------ EXCERPTED RECORDS ------

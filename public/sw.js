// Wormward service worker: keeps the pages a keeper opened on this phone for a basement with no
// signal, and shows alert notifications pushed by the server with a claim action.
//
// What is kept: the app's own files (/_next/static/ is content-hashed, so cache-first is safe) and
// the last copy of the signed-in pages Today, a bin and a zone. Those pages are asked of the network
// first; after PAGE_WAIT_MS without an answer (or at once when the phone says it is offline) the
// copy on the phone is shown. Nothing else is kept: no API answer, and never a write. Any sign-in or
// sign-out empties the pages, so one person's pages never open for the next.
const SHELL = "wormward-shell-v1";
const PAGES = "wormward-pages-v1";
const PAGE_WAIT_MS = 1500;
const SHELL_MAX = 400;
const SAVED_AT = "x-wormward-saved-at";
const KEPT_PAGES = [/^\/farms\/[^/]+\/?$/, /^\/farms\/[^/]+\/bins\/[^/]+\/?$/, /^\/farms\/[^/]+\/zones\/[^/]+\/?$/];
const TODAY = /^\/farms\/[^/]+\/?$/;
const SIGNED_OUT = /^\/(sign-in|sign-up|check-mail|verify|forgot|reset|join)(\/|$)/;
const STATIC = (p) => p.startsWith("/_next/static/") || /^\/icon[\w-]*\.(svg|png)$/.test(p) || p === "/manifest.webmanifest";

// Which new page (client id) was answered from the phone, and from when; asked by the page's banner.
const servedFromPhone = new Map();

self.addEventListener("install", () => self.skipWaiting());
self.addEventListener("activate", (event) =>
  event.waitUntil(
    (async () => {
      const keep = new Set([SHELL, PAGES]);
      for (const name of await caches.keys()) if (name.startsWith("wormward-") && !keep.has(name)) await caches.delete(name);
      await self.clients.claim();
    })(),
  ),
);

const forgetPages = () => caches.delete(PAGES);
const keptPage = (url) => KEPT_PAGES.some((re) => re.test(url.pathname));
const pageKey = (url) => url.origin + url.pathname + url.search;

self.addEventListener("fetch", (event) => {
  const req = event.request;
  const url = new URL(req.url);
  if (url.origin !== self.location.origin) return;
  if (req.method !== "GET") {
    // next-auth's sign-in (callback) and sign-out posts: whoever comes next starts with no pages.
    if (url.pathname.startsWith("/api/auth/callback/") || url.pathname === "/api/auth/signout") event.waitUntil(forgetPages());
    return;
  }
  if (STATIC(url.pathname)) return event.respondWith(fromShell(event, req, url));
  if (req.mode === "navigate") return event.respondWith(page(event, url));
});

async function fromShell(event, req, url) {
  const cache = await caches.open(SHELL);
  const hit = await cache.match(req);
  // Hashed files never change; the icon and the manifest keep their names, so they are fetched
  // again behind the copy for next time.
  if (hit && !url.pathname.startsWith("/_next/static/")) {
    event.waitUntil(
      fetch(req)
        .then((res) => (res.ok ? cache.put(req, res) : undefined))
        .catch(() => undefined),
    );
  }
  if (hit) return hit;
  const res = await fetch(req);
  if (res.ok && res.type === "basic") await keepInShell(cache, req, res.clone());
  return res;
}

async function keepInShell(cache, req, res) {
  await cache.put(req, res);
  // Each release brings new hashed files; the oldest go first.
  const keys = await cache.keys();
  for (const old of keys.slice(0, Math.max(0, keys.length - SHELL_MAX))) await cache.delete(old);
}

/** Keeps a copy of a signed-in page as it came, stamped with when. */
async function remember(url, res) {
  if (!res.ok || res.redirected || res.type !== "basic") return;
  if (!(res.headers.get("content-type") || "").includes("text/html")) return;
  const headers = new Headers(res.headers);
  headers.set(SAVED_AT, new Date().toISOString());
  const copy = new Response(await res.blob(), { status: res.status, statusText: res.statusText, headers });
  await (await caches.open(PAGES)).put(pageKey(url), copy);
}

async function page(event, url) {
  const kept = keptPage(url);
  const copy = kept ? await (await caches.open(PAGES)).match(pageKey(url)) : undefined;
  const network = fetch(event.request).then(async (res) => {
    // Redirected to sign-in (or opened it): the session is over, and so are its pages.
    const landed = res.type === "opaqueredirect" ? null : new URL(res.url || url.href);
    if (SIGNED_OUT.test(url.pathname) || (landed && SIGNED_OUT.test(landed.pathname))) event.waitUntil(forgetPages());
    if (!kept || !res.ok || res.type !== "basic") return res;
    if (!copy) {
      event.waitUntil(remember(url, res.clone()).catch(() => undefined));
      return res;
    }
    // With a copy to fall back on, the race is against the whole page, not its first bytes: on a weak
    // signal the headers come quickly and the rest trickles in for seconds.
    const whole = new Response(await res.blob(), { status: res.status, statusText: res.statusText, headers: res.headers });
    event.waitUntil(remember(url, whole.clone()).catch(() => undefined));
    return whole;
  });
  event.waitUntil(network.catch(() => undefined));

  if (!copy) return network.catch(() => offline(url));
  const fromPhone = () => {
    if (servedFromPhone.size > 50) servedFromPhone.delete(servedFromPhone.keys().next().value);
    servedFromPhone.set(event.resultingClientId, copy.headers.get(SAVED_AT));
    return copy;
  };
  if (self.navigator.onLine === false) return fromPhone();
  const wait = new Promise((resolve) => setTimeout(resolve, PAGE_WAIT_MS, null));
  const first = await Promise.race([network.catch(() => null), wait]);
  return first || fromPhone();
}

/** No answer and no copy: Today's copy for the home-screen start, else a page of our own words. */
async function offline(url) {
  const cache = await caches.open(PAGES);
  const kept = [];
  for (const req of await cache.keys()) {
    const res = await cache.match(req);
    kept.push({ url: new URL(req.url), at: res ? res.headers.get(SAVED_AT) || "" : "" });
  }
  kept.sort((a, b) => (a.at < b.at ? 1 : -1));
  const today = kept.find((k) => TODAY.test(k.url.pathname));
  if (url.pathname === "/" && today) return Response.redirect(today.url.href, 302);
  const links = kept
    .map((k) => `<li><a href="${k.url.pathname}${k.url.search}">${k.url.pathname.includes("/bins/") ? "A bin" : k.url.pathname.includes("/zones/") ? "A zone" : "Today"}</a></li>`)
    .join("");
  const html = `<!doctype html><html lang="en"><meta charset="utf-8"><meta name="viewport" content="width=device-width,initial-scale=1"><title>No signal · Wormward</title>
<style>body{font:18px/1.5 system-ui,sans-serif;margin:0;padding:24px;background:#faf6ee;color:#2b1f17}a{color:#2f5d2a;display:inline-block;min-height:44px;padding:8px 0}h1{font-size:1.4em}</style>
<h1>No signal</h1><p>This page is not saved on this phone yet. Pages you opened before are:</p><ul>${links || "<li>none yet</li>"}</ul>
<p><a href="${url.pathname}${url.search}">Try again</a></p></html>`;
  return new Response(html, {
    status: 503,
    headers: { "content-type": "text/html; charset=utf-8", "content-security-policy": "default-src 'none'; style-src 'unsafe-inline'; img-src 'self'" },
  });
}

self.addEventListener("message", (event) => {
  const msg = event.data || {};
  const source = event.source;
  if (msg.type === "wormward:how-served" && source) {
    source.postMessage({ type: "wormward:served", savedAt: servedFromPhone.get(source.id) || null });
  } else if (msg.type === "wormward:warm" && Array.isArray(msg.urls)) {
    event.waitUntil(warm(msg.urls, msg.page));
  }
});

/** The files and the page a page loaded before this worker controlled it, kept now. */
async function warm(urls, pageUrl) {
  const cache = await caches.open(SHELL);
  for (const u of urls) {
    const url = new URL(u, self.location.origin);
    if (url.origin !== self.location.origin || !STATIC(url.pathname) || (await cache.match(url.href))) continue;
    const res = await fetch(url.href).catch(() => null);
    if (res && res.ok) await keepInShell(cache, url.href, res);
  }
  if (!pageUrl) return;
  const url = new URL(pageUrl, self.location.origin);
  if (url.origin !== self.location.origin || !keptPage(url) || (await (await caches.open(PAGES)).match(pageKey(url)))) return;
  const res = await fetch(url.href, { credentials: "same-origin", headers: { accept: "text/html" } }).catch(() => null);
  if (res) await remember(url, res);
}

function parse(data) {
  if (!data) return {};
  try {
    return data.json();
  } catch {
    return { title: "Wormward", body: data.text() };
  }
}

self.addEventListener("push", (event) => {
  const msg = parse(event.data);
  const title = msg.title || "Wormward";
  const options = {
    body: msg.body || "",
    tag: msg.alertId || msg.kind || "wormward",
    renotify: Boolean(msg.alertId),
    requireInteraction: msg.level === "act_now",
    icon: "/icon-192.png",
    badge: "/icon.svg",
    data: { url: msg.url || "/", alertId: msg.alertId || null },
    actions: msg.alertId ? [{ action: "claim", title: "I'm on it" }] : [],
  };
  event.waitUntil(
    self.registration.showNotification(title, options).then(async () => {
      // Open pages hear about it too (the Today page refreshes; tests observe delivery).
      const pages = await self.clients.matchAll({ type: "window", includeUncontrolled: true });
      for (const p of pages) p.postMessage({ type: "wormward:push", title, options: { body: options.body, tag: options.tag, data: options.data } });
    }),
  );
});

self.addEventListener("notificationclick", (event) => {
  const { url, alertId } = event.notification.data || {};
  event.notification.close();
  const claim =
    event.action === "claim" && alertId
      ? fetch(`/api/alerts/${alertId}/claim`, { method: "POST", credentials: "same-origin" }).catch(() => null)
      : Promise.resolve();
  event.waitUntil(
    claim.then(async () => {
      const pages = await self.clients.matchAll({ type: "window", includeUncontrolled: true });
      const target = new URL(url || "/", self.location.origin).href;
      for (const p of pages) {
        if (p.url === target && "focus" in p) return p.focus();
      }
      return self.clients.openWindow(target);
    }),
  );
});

------

[WHAT TO PRODUCE] In the records above, find the line with "URL(req.url), at: res"; write out exactly that line and each one after it, stopping after the line with "const url = new URL(pageUrl, self.location.origin);".

[ANSWER BELOW]
    kept.push({ url: new URL(req.url), at: res ? res.headers.get(SAVED_AT) || "" : "" });
  }
  kept.sort((a, b) => (a.at < b.at ? 1 : -1));
  const today = kept.find((k) => TODAY.test(k.url.pathname));
  if (url.pathname === "/" && today) return Response.redirect(today.url.href, 302);
  const links = kept
    .map((k) => `<li><a href="${k.url.pathname}${k.url.search}">${k.url.pathname.includes("/bins/") ? "A bin" : k.url.pathname.includes("/zones/") ? "A zone" : "Today"}</a></li>`)
    .join("");
  const html = `<!doctype html><html lang="en"><meta charset="utf-8"><meta name="viewport" content="width=device-width,initial-scale=1"><title>No signal · Wormward</title>
<style>body{font:18px/1.5 system-ui,sans-serif;margin:0;padding:24px;background:#faf6ee;color:#2b1f17}a{color:#2f5d2a;display:inline-block;min-height:44px;padding:8px 0}h1{font-size:1.4em}</style>
<h1>No signal</h1><p>This page is not saved on this phone yet. Pages you opened before are:</p><ul>${links || "<li>none yet</li>"}</ul>
<p><a href="${url.pathname}${url.search}">Try again</a></p></html>`;
  return new Response(html, {
    status: 503,
    headers: { "content-type": "text/html; charset=utf-8", "content-security-policy": "default-src 'none'; style-src 'unsafe-inline'; img-src 'self'" },
  });
}

self.addEventListener("message", (event) => {
  const msg = event.data || {};
  const source = event.source;
  if (msg.type === "wormward:how-served" && source) {
    source.postMessage({ type: "wormward:served", savedAt: servedFromPhone.get(source.id) || null });
  } else if (msg.type === "wormward:warm" && Array.isArray(msg.urls)) {
    event.waitUntil(warm(msg.urls, msg.page));
  }
});

/** The files and the page a page loaded before this worker controlled it, kept now. */
async function warm(urls, pageUrl) {
  const cache = await caches.open(SHELL);
  for (const u of urls) {
    const url = new URL(u, self.location.origin);
    if (url.origin !== self.location.origin || !STATIC(url.pathname) || (await cache.match(url.href))) continue;
    const res = await fetch(url.href).catch(() => null);
    if (res && res.ok) await keepInShell(cache, url.href, res);
  }
  if (!pageUrl) return;
  const url = new URL(pageUrl, self.location.origin);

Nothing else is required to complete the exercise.